Problem to work on:
Copy each line of the data below in which the word "burden" can be found.

Dataset:
####################

"""The Python API for notebooks (issue 16, item 2): pandas DataFrames and
numpy arrays where a table path goes, named and hashed in provenance, and
results as DataFrames and as HTML.

The references are outside the code under test: the same analysis read
from CSV files written by pandas, and ``pandas.read_csv`` of the CSV files
the run writes.
"""

from __future__ import annotations

import hashlib
import json

import numpy as np
import pandas as pd
import pytest

import doseattr
from doseattr.errors import InputError

#: Invented test inputs (not expected values).
SAMPLES = pd.DataFrame({"value": [12.0, 9.5, 15.6, 3.7, 17.3, 11.0, 8.2, 26.4],
                        "weight": [1, 2, 1, 1, 3, 1, 2, 1]})
BANDS = pd.DataFrame({"lower": [0, 10, 20, 40], "upper": [10, 20, 40, np.nan],
                      "rr": [1, 1.18, 1.42, 1.85], "ci_lower": [np.nan, 0.85, 1.01, 1.22],
                      "ci_upper": [np.nan, 1.64, 2.00, 2.80],
                      "cases": [120, 95, 88, 54], "controls": [480, 310, 220, 105]})
DISTRICTS = pd.DataFrame({"stratum": ["North", "South"], "cases": [40, 25]})


def _settings(bands, samples, districts):
    return {"unit": "ug/m3",
            "curve": {"table": bands, "model": "log-linear"},
            "exposure": {"table": samples, "family": "lognormal"},
            "burden": {"table": districts},
            "scenario": [{"name": "cap", "cap": 20}],
            "uncertainty": {"draws": 200, "seed": 7}}


def _from_files(tmp_path):
    BANDS.to_csv(tmp_path / "bands.csv", index=False)
    SAMPLES.to_csv(tmp_path / "samples.csv", index=False)
    DISTRICTS.to_csv(tmp_path / "districts.csv", index=False)
    a = doseattr.analysis_from_dict(_settings("bands.csv", "samples.csv", "districts.csv"),
                                    base_dir=tmp_path)
    return doseattr.run_analysis(a)


def _numbers(node, path=""):
    """Every number of results.json by its path (provenance left out)."""
    if isinstance(node, dict):
        return {k: v for key, item in node.items() if key != "provenance"
                for k, v in _numbers(item, f"{path}/{key}").items()}
    if isinstance(node, list):
        return {k: v for i, item in enumerate(node) for k, v in _numbers(item, f"{path}/{i}").items()}
    if isinstance(node, (int, float)) and not isinstance(node, bool):
        return {path: node}
    return {}


@pytest.fixture(scope="module")
def runs(tmp_path_factory):
    tmp = tmp_path_factory.mktemp("api")
    files = _from_files(tmp)
    frames = doseattr.run_analysis(doseattr.analysis_from_dict(
        _settings(BANDS, SAMPLES, DISTRICTS)))
    frames.write(tmp / "out", figures=False)
    return files, frames, tmp


def test_dataframes_give_the_numbers_of_csv_files(runs):
    files, frames, _ = runs
    a, b = _numbers(files.to_dict()), _numbers(frames.to_dict())
    assert a.keys() == b.keys() and len(a) > 50
    assert a == b  # same inputs and seed: the same numbers, exactly


def test_numpy_array_of_values(tmp_path):
    values = SAMPLES["value"].to_numpy()
    pd.DataFrame({"value": values}).to_csv(tmp_path / "v.csv", index=False)
    settings = {"unit": "ug/m3", "curve": {"model": "log-linear", "rr": 1.08, "per": 10,
                                           "ci": [1.02, 1.15], "max_dose": 40},
                "exposure": {"table": "v.csv", "family": "lognormal"}}
    from_file = doseattr.run_analysis(doseattr.analysis_from_dict(settings, base_dir=tmp_path))
    settings["exposure"]["table"] = values
    from_array = doseattr.run_analysis(doseattr.analysis_from_dict(settings))
    assert _numbers(from_file.to_dict()) == _numbers(from_array.to_dict())
    table = from_array.provenance["input_tables"][0]
    assert table["path"] == "<ndarray for [exposure] table>"


def test_provenance_names_and_hashes_frames(runs):
    _, frames, _ = runs
    tables = {t["key"]: t for t in frames.provenance["input_tables"]}
    exposure = tables["[exposure] key 'table'"]
    assert exposure["path"] == "<DataFrame for [exposure] table>"
    # the SHA-256 (hashlib) of the table as pandas writes it to CSV
    text = SAMPLES.to_csv(index=False, lineterminator="\n").encode("utf-8")
    assert exposure["sha256"] == hashlib.sha256(text).hexdigest()
    changed = SAMPLES.copy()
    changed.loc[0, "value"] = 12.5
    other = doseattr.run_analysis(doseattr.analysis_from_dict(
        _settings(BANDS, changed, DISTRICTS)))
    again = doseattr.run_analysis(doseattr.analysis_from_dict(
        _settings(BANDS.copy(), SAMPLES.copy(), DISTRICTS.copy())))
    key = "[exposure] key 'table'"
    hashes = [{t["key"]: t["sha256"] for t in r.provenance["input_tables"]}[key]
              for r in (other, again)]
    assert hashes[0] != exposure["sha256"] and hashes[1] == exposure["sha256"]


def test_messages_name_the_frame(tmp_path):
    bad = SAMPLES.copy().astype(object)
    bad.loc[3, "value"] = "ND"
    with pytest.raises(InputError) as info:
        doseattr.analysis_from_dict(_settings(BANDS, bad, DISTRICTS))
    assert str(info.value).startswith("<DataFrame for [exposure] table>: row 5, column 'value'")


def test_two_dimensional_array_is_refused():
    with pytest.raises(InputError, match="must be 1-D"):
        doseattr.analysis_from_dict(_settings(BANDS, np.ones((4, 2)), DISTRICTS))


def test_to_frames_equals_the_written_csv_files(runs):
    _, frames, tmp = runs
    csvs = {p.stem: p for p in (tmp / "out").glob("*.csv")}
    got = frames.to_frames()
    assert set(got) == set(csvs) and "burden" in got
    for name, path in csvs.items():
        pd.testing.assert_frame_equal(got[name], pd.read_csv(path))  # pandas.read_csv


def test_analysis_copy_holds_no_frame_text(runs):
    tmp = runs[2]
    copy = json.loads((tmp / "out" / "analysis.json").read_text())
    table = copy["exposure"]["table"]
    assert table["table"] == "<DataFrame>" and len(table["sha256"]) == 64


def test_repr_html_is_the_key_numbers_table(runs):
    _, frames, _ = runs
    html = frames._repr_html_()
    # the report's tables come in a box that scrolls sideways on narrow screens
    assert html.startswith('<div class="scroll"><table') and "PAF" in html
    report = (runs[2] / "out" / "report.html").read_text()
    assert html in report  # the same table as the report's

####################

Result of the exercise:
            "burden": {"table": districts},
    assert set(got) == set(csvs) and "burden" in got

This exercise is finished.